To avoid that you need to sort them first, then search from two direction.
var random = new Random();
var input = Enumerable.Range(1, 100).Select(_ => random.Next(200) - 100).ToArray();
Array.Sort(input); // This causes most computation. Time Complexity is O(n*log(n));
var expectedSum = 0;
var i = 0;
var j = input.Length - 1;
while (i < j) // This has liner time complexity O(n);
{
var result = input[i] + input[j];
if(expectedSum == result)
{
var anchori = i;
while (i < input.Length && input[i] == input[anchori] )
{
i++;
}
var anchorj = j;
while (j >= 0 && input[j] == input[anchorj])
{
j--;
}
// Exclude (self, self) combination
Func<int, int, int> combination = (n, k) =>
{
var mink = k * 2 < n ? k : n - k;
return mink == 0 ? 1
: Enumerable.Range(0, mink).Aggregate(1, (x, y) => x * (n - y))

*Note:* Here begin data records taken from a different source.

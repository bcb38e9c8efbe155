//! What a person typed: kept as typed, tried on a copy of the job, refused with what is allowed.

use std::collections::BTreeMap;

use spokeshave::carved::{angle_of, minutes_fault};
use spokeshave::drawn::DrawnStation;
use spokeshave::job::{Job, Problem};

use super::{EngineFigure, Field, LogFigure, Measure};
use crate::number;
use crate::units::{Quantity, Units};

/// A text that is not yet, or cannot be, part of the job.
#[derive(Clone, Debug, Default, PartialEq)]
pub struct Draft {
    /// As typed.
    pub text: String,
    /// Why it was refused; `None` while it is still being typed.
    pub message: Option<String>,
}

/// All drafts by field.
pub type Drafts = BTreeMap<Field, Draft>;

/// The text a box shows while nothing is typed: enough decimals to tell what is in the job, none that say
/// nothing.
#[must_use]
pub fn shown_text(job: &Job, drawn: &[DrawnStation], units: Units, field: Field) -> String {
    if let Some(text) = field.text(job) {
        return text.to_string();
    }
    let quantity = field.quantity(job);
    let Some(value) = field.value(job, drawn) else { return String::new() };
    let (fewest, most) = if field.is_given(job) {
        units.box_decimals(quantity)
    } else {
        (units.decimals(quantity), units.decimals(quantity))
    };
    let text = number::plain(units.shown(quantity, value), most);
    let spare = text.len() - text.trim_end_matches('0').len();
    let text = &text[..text.len() - spare.min(most - fewest)];
    text.trim_end_matches('.').into()
}

/// Tries a typed text on a job.
///
/// # Errors
/// What is wrong and what is allowed, in the unit shown.
pub fn tried(
    job: &Job,
    drawn: &[DrawnStation],
    units: Units,
    field: Field,
    text: &str,
) -> Result<Job, String> {
    if field.text(job).is_some() {
        return tried_text(job, field, text);
    }
    if let Some(without) = emptied(job, field, text) {
        return Ok(without);
    }
    let quantity = field.quantity(job);
    let minutes = (quantity == Quantity::Angle).then(|| angle_of(text)).flatten();
    if quantity == Quantity::Angle
        && let Some(why) = minutes_fault(text)
    {
        return Err(sentence(&why));
    }
    let full =
        matches!(field, Field::Log(_, LogFigure::Throttle)) && text.trim().eq_ignore_ascii_case("full");
    let typed = full.then_some(1.0).or(minutes).map_or_else(|| number::read(units, quantity, text), Ok);
    let value = typed.map_err(|why| {
        let was = field.value(job, drawn).map(|v| number::with_unit(units, quantity, Some(v)));
        let was = was.map(|was| format!("It was {was}."));
        // What is allowed is what is said of a figure that never is.
        let allowed = written(job, units, field, f64::NAN).err().filter(|said| said.starts_with("Allowed "));
        [Some(sentence(&why)), was, allowed].into_iter().flatten().collect::<Vec<_>>().join(" ")
    })?;
    if quantity == Quantity::Count && value.fract() != 0.0 {
        return Err("A whole number is needed.".into());
    }
    written(job, units, field, value)
}

/// An empty box takes out what the job may go without; full throttle without an airspeed means as fast as it
/// goes.
fn emptied(job: &Job, field: Field, text: &str) -> Option<Job> {
    let mut next = job.clone();
    (text.trim().is_empty() && field.clear(&mut next) && next.check().is_empty()).then_some(next)
}

fn tried_text(job: &Job, field: Field, text: &str) -> Result<Job, String> {
    let mut next = job.clone();
    field.write_text(&mut next, text.trim());
    match next.check().first() {
        None => Ok(next),
        Some(problem) => Err(format!(
            "{}: allowed is {}.",
            sentence(&problem.found).trim_end_matches('.'),
            problem.allowed
        )),
    }
}

/// Writes an SI value on a copy of a job.
///
/// # Errors
/// What is wrong and what is allowed, in the unit shown.
pub fn written(job: &Job, units: Units, field: Field, value: f64) -> Result<Job, String> {
    let mut next = job.clone();
    if !field.write(&mut next, value) {
        return Err("There is no place for this figure here.".into());
    }
    match next.check().first() {
        None => Ok(next),
        Some(problem) => Err(refusal(job, units, field, value, problem)),
    }
}

/// What is allowed, in the unit shown.
fn refusal(job: &Job, units: Units, field: Field, value: f64, problem: &Problem) -> String {
    if let Some((inner, outer)) = radius_span(job, field) {
        let text = |radius_m| number::with_unit(units, Quantity::Length, Some(radius_m));
        return format!(
            "Allowed is between its neighbours, above {} and below {}.",
            text(inner),
            text(outer)
        );
    }
    if let (Field::Engine(EngineFigure::CurveRpm(i)), None) = (field, problem.span) {
        return between_rows(job, i);
    }
    let own = problem.path == field.path(job);
    match problem.span {
        Some((low, high)) if own => {
            let scale = match field {
                Field::Station(i, Measure::Thickness) => chord_m(job, i),
                _ => 1.0,
            };
            let allowed =
                span_words(units, field.quantity(job), low * scale, high * scale, problem.above_lowest);
            allowed + &hint(problem, units.symbol(field.quantity(job)))
        }
        _ if own => sentence(&format!("allowed is {}", problem.allowed)),
        _ => elsewhere(job, units, field, value, problem),
    }
}

/// The likely cause, where the problem names one: not the unit in which the box already is.
fn hint(problem: &Problem, unit: &str) -> String {
    let cause = problem.allowed.split_once("; ").map(|(_, cause)| cause);
    let cause = cause.filter(|cause| !cause.ends_with(&format!(" in {unit}")));
    cause.map_or_else(String::new, |cause| format!(" {}", sentence(cause)))
}

fn elsewhere(job: &Job, units: Units, field: Field, value: f64, problem: &Problem) -> String {
    if let Field::Station(_, Measure::Chord) = field
        && problem.path.ends_with("thickness_ratio")
    {
        let chord = number::with_unit(units, Quantity::Length, Some(value));
        return format!("A chord of {chord} is too narrow for the thickness here. Make it thinner first.");
    }
    super::notice::in_words(job, problem)
}

/// Between the stations next to it.
fn radius_span(job: &Job, field: Field) -> Option<(f64, f64)> {
    let Field::Station(i, Measure::Radius) = field else { return None };
    let tip_m = job.propeller.diameter_m / 2.0;
    let radius_m = |i: usize| job.propeller.stations.get(i).map(|s| s.radius_fraction * tip_m);
    let low = i.checked_sub(1).and_then(radius_m).unwrap_or(0.0);
    Some((low, radius_m(i + 1).unwrap_or(tip_m)))
}

/// Between the rows next to it.
fn between_rows(job: &Job, i: usize) -> String {
    let rpm = |i: usize| EngineFigure::CurveRpm(i).value(job).map(|rpm| number::fixed(rpm, 0));
    let rows = (i.checked_sub(1).and_then(rpm), rpm(i + 1));
    match rows {
        (Some(low), Some(high)) => {
            format!("Allowed is above {low} and below {high}\u{a0}rpm, the rows beside it.")
        }
        (Some(low), None) => format!("Allowed is above {low}\u{a0}rpm, the row before."),
        (None, Some(high)) => format!("Allowed is below {high}\u{a0}rpm, the next row."),
        (None, None) => "There is no such row.".into(),
    }
}

fn chord_m(job: &Job, i: usize) -> f64 {
    job.propeller.stations.get(i).map_or(1.0, |s| s.chord_m)
}

fn span_words(units: Units, quantity: Quantity, low: f64, high: f64, above_low: bool) -> String {
    let text = |si: f64| {
        let shown = units.shown(quantity, si);
        let decimals = if quantity == Quantity::Count { 0 } else { decimals_of(shown) };
        number::fixed(shown, decimals)
    };
    let unit = match units.symbol(quantity) {
        "" => String::new(),
        "°" => "°".into(),
        unit => format!("\u{a0}{unit}"),
    };
    if above_low {
        return format!("Allowed is above {}, up to {}{unit}.", text(low), text(high));
    }
    format!("Allowed is {} to {}{unit}.", text(low), text(high))
}

/// Enough decimals to tell a bound, none that say nothing.
fn decimals_of(shown: f64) -> usize {
    (0..4).find(|&d| (shown * 10f64.powi(d)).fract().abs() < 1e-6).unwrap_or(2).clamp(0, 3) as usize
}

fn sentence(why: &str) -> String {
    let mut chars = why.chars();
    chars.next().map_or_else(String::new, |first| format!("{}{}.", first.to_uppercase(), chars.as_str()))
}
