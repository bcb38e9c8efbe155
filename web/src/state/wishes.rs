//! Limits of the finished propeller, as a search has them.

use spokeshave::job::{Job, Limits, Wishes};

use crate::units::Quantity;

/// A limit of the finished propeller.
#[derive(Clone, Copy, Debug, PartialEq, Eq, PartialOrd, Ord)]
pub enum LimitFigure {
    /// Greatest rpm.
    Rpm,
    /// Least rpm standing at full throttle.
    StandingRpm,
    /// Greatest Mach number of the tip.
    TipMach,
    /// Greatest diameter.
    Diameter,
    /// Height of the shaft.
    ShaftHeight,
    /// Clearance to the ground.
    Clearance,
    /// Width of the blank.
    BlankWidth,
    /// Thickness of the blank.
    BlankDepth,
    /// Least stress margin.
    StressMargin,
}

impl LimitFigure {
    /// All of them, in the order shown.
    pub const ALL: [Self; 9] = [
        Self::StandingRpm,
        Self::Rpm,
        Self::TipMach,
        Self::Diameter,
        Self::ShaftHeight,
        Self::Clearance,
        Self::BlankWidth,
        Self::BlankDepth,
        Self::StressMargin,
    ];

    /// What it is called, its name in the job file, what it measures.
    const fn about(self) -> (&'static str, &'static str, Quantity) {
        match self {
            Self::Rpm => ("greatest rpm", "rpm_most", Quantity::Rpm),
            Self::StandingRpm => ("least rpm standing", "standing_rpm_least", Quantity::Rpm),
            Self::TipMach => ("greatest tip Mach number", "tip_mach_most", Quantity::Coefficient),
            Self::Diameter => ("greatest diameter", "diameter_most_m", Quantity::Length),
            Self::ShaftHeight => ("height of the shaft", "shaft_height_m", Quantity::Length),
            Self::Clearance => ("ground clearance", "ground_clearance_m", Quantity::Length),
            Self::BlankWidth => ("width of the blank", "blank_width_most_m", Quantity::Length),
            Self::BlankDepth => ("thickness of the blank", "blank_depth_most_m", Quantity::Length),
            Self::StressMargin => ("least stress margin", "stress_margin_least", Quantity::Coefficient),
        }
    }

    /// What it is called.
    #[must_use]
    pub fn name(self) -> &'static str {
        self.about().0
    }

    /// What it measures.
    #[must_use]
    pub fn quantity(self) -> Quantity {
        self.about().2
    }

    /// Its path in the job file.
    pub(super) fn path(self) -> String {
        format!("wishes.limits.{}", self.about().1)
    }

    fn place(self, limits: &mut Limits) -> &mut Option<f64> {
        match self {
            Self::Rpm => &mut limits.rpm_most,
            Self::StandingRpm => &mut limits.standing_rpm_least,
            Self::TipMach => &mut limits.tip_mach_most,
            Self::Diameter => &mut limits.diameter_most_m,
            Self::ShaftHeight => &mut limits.shaft_height_m,
            Self::Clearance => &mut limits.ground_clearance_m,
            Self::BlankWidth => &mut limits.blank_width_most_m,
            Self::BlankDepth => &mut limits.blank_depth_most_m,
            Self::StressMargin => &mut limits.stress_margin_least,
        }
    }

    /// The figure, SI.
    #[must_use]
    pub fn value(self, job: &Job) -> Option<f64> {
        *self.place(&mut job.wishes.as_ref()?.limits.clone())
    }

    /// Writes the figure, SI.
    pub(super) fn write(self, job: &mut Job, value: f64) {
        *self.place(&mut job.wishes.get_or_insert_default().limits) = Some(value);
    }

    /// Takes the figure out.
    pub(super) fn clear(self, job: &mut Job) {
        if let Some(wishes) = &mut job.wishes {
            *self.place(&mut wishes.limits) = None;
            job.wishes = some(wishes.clone());
        }
    }
}

/// Wishes that say something.
pub(super) fn some(wishes: Wishes) -> Option<Wishes> {
    (wishes != Wishes::default()).then_some(wishes)
}
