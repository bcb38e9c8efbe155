//! Where the job is judged.

use serde::{Deserialize, Serialize};

/// Where the job is judged.
#[derive(Clone, Debug, PartialEq, Serialize, Deserialize)]
#[cfg_attr(feature = "cli", derive(schemars::JsonSchema))]
#[serde(deny_unknown_fields)]
pub struct FlightPoint {
    /// Its name.
    pub name: String,
    /// Pressure altitude, m.
    #[serde(default)]
    pub altitude_m: f64,
    /// Temperature offset from the standard atmosphere, K.
    #[serde(default)]
    pub isa_offset_k: f64,
    /// True airspeed, m/s; absent with full throttle means top speed.
    #[serde(default, skip_serializing_if = "Option::is_none")]
    pub airspeed_m_s: Option<f64>,
    /// What the engine is set to.
    pub setting: Setting,
}

/// What the engine is set to at a flight point.
#[derive(Clone, Debug, PartialEq, Serialize, Deserialize)]
#[cfg_attr(feature = "cli", derive(schemars::JsonSchema))]
#[serde(tag = "kind", rename_all = "kebab-case", deny_unknown_fields)]
pub enum Setting {
    /// Full throttle.
    FullThrottle {},
    /// Thrust equals drag.
    Level {},
    /// A propeller rpm.
    Rpm {
        /// Propeller rpm.
        rpm: f64,
    },
    /// A shaft power per propeller.
    Power {
        /// Shaft power, W.
        power_w: f64,
    },
    /// A share of full throttle.
    Throttle {
        /// 0 to 1.
        fraction: f64,
    },
}
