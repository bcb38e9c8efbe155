//! Readings typed at the bench and out of the logbook.

use spokeshave::job::LogReading;

use super::*;

fn typed(state: &State, field: Field, text: &str) -> State {
    state.after(Action::Type(field, text.into())).after(Action::Commit(field))
}

#[test]
fn an_angle_may_be_in_degrees_and_minutes_and_an_empty_box_takes_it_out_again() {
    let start = State::new(Job::from_json(DEMOS[0].json).unwrap());
    let field = Field::Reading(1, 7, BladeFigure::Angle);
    let read = typed(&start, field, "18 30");
    let reading = read.job().carved.as_ref().unwrap().blades[1].readings[0];
    assert_eq!(reading.angle_deg, Some(18.5));
    assert!((reading.radius_m - 0.54).abs() < 1e-4);
    let more = typed(&read, Field::Reading(1, 7, BladeFigure::Chord), "76");
    assert_eq!(more.job().carved.as_ref().unwrap().blades[1].readings.len(), 1);
    let without = typed(&more, field, "");
    assert_eq!(without.job().carved.as_ref().unwrap().blades[1].readings[0].angle_deg, None);
    let none = typed(&without, Field::Reading(1, 7, BladeFigure::Chord), "");
    assert_eq!(none.job().carved.as_ref().unwrap().blades[1].readings.len(), 0);
}

#[test]
fn an_impossible_angle_is_refused_with_its_likely_cause_and_changes_nothing() {
    let start = State::new(Job::from_json(DEMOS[0].json).unwrap());
    let field = Field::Reading(0, 3, BladeFigure::Angle);
    for (text, said) in [("146.5", "read from the other side"), ("north", "ot a number")] {
        let refused = typed(&start, field, text);
        assert!(refused.job().carved.is_none());
        let message = refused.drafts[&field].message.clone().unwrap();
        assert!(message.contains(said), "{message}");
    }
}

#[test]
fn a_doubted_reading_is_confirmed_until_it_is_typed_anew() {
    let field = Field::Reading(1, 7, BladeFigure::Angle);
    let read = typed(&State::new(Job::from_json(DEMOS[0].json).unwrap()), field, "71");
    let confirmed = |state: &State| state.job().carved.as_ref().unwrap().blades[1].readings[0].confirmed;
    let choice = Choice::Carved(CarvedChoice::Confirm(1, 0, true));
    let right = read.after(Action::Choose(choice, Running::default()));
    assert!(!confirmed(&read) && confirmed(&right));
    assert!(!confirmed(&typed(&right, field, "70")));
}

#[test]
fn a_reading_between_the_stations_is_told_and_can_be_taken_out() {
    let start = State::new(Job::from_json(DEMOS[0].json).unwrap());
    let read = typed(&start, Field::Reading(0, 7, BladeFigure::Chord), "76");
    let mut carved = read.job().carved.clone().unwrap();
    let at_station_m = carved.blades[0].readings[0].radius_m;
    for off_m in [0.0009, 0.0011] {
        carved.blades[0].readings[0].radius_m = at_station_m + off_m;
        let sheet = Choice::Carved(CarvedChoice::Readings(Box::new(carved.clone())));
        let brought = read.after(Action::Choose(sheet, Running::default()));
        let between = between_stations(brought.job(), 0);
        let boxed = Field::Reading(0, 7, BladeFigure::Chord).value(brought.job(), &[]);
        assert_eq!(between.is_empty(), off_m < 0.001);
        assert_eq!(between.is_empty(), boxed == Some(0.076));
        for (i, reading) in between {
            assert_eq!(BladeFigure::Chord.of(reading), Some(0.076));
            let out = Choice::Carved(CarvedChoice::Remove(0, i));
            let out = brought.after(Action::Choose(out, Running::default()));
            assert!(out.job().carved.as_ref().unwrap().blades[0].readings.is_empty());
        }
    }
}

#[test]
fn a_reading_of_the_logbook_is_added_typed_and_removed() {
    let choose = |state: &State, choice: LogbookChoice| {
        state.after(Action::Choose(Choice::Logbook(choice), Running::default()))
    };
    let start = State::new(Job::from_json(DEMOS[0].json).unwrap());
    let one = choose(&start, LogbookChoice::Add);
    assert_eq!(one.job().logbook.as_ref().unwrap().readings[0], LogReading::default());
    let read =
        typed(&typed(&one, Field::Log(0, LogFigure::Rpm), "2950"), Field::Log(0, LogFigure::Throttle), "100");
    let reading = &read.job().logbook.as_ref().unwrap().readings[0];
    assert_eq!((reading.engine_rpm, reading.throttle), (Some(2950.0), Some(1.0)));
    for full in ["full", " Full "] {
        let read = typed(&one, Field::Log(0, LogFigure::Throttle), full);
        assert_eq!(read.job().logbook.as_ref().unwrap().readings[0].throttle, Some(1.0), "{full}");
    }
    // The box is in percent already: that is no cause to tell.
    let field = Field::Log(0, LogFigure::Throttle);
    let refused = typed(&one, field, "150");
    assert_eq!(refused.drafts[&field].message.as_deref(), Some("Allowed is 0 to 100\u{a0}%."));
    let level = choose(&read, LogbookChoice::Level(0, true));
    assert!(level.notice.is_some(), "level flight needs an airspeed");
    let gone = choose(&read, LogbookChoice::Remove(0));
    assert!(gone.job().logbook.as_ref().unwrap().readings.is_empty());
}
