//! What is measured at a station, read from the blade as drawn and written into the job.

use spokeshave::drawn::{DrawnStation, kept_angle_deg};
use spokeshave::job::{AngleReference, Job, Station};

/// What is measured at a station.
#[derive(Clone, Copy, Debug, PartialEq, Eq, PartialOrd, Ord)]
pub enum Measure {
    /// Radius.
    Radius,
    /// Chord.
    Chord,
    /// Greatest thickness.
    Thickness,
    /// Blade angle to the chord line.
    Angle,
    /// Blade angle on the flat face.
    FaceAngle,
    /// Geometric pitch.
    Pitch,
}

impl Measure {
    /// What it is called.
    #[must_use]
    pub fn name(self) -> &'static str {
        match self {
            Self::Radius => "radius",
            Self::Chord => "chord",
            Self::Thickness => "thickness",
            Self::Angle => "blade angle",
            Self::FaceAngle => "angle on the face",
            Self::Pitch => "pitch",
        }
    }

    /// The figure of a station as drawn.
    #[must_use]
    pub fn of(self, drawn: &DrawnStation) -> Option<f64> {
        match self {
            Self::Radius => Some(drawn.radius_m),
            Self::Chord => Some(drawn.chord_m),
            Self::Thickness => Some(drawn.thickness_m),
            Self::Angle => Some(drawn.angle_deg),
            Self::FaceAngle => drawn.face_angle_deg,
            Self::Pitch => Some(drawn.pitch_m),
        }
    }
}

impl Measure {
    /// Its name in the job file.
    pub(super) fn key(self) -> &'static str {
        match self {
            Self::Radius => "radius_fraction",
            Self::Chord => "chord_m",
            Self::Thickness => "thickness_ratio",
            Self::Angle | Self::FaceAngle => "angle_deg",
            Self::Pitch => "pitch_m",
        }
    }
}

/// Writes a measure of a station, SI; whether there was a place for it.
pub(super) fn write_station(job: &mut Job, i: usize, measure: Measure, value: f64) -> bool {
    let tip_m = job.propeller.diameter_m / 2.0;
    let kept_deg = match measure {
        Measure::Angle => kept_angle_deg(job, i, AngleReference::ChordLine, value),
        Measure::FaceAngle => kept_angle_deg(job, i, AngleReference::FlatFace, value),
        _ => None,
    };
    let Some(station) = job.propeller.stations.get_mut(i) else { return false };
    match measure {
        Measure::Radius => station.radius_fraction = value / tip_m,
        Measure::Chord => write_chord(station, value),
        Measure::Thickness => station.thickness_ratio = value / station.chord_m,
        Measure::Pitch => (station.angle_deg, station.pitch_m) = (None, Some(value)),
        Measure::Angle | Measure::FaceAngle => {
            if kept_deg.is_none() {
                return false;
            }
            (station.angle_deg, station.pitch_m) = (kept_deg, None);
        }
    }
    true
}

/// The thickness in millimetres stays: one entry changes one measure of the wood.
fn write_chord(station: &mut Station, chord_m: f64) {
    station.thickness_ratio *= station.chord_m / chord_m;
    station.chord_m = chord_m;
}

/ Enumerable.Range(1, mink).Aggregate((x, y) => x * y);
};
var c = i < j ? (i - anchori) * (anchorj - j) : combination(i - anchori, 2);
for (int _ = 0; _ < c; _++)
{
// C# 6.0 String.Format
Console.WriteLine($"{input[anchori]}, {input[anchorj]}");
}
}
else if(result < expectedSum) {
i++;
}
else if(result > expectedSum) {
j--;
}
}
Here is another solution using (huh) LINQ. Hope the code is self explanatory
First some data
var random = new Random();
var data = new int[1000000];
for (int i = 0; i < data.Length; i++) data[i] = random.Next(-100000, 100000);
And now the solution
var result = data
.Where(value => value != int.MinValue)
.GroupBy(value => Math.Abs(value), (key, values) =>
{
if (key == 0)
{
var zeroCount = values.Count();
return zeroCount * (zeroCount - 1) / 2;
}
else
{
int positiveCount = 0, negativeCount = 0;
foreach (var value in values)
if (value > 0) positiveCount++; else negativeCount++;
return positiveCount * negativeCount;
}
})
.Sum();
Theoretically the above should have O(N) time and O(M) space complexity, where M is the count of the unique absolute values in the list.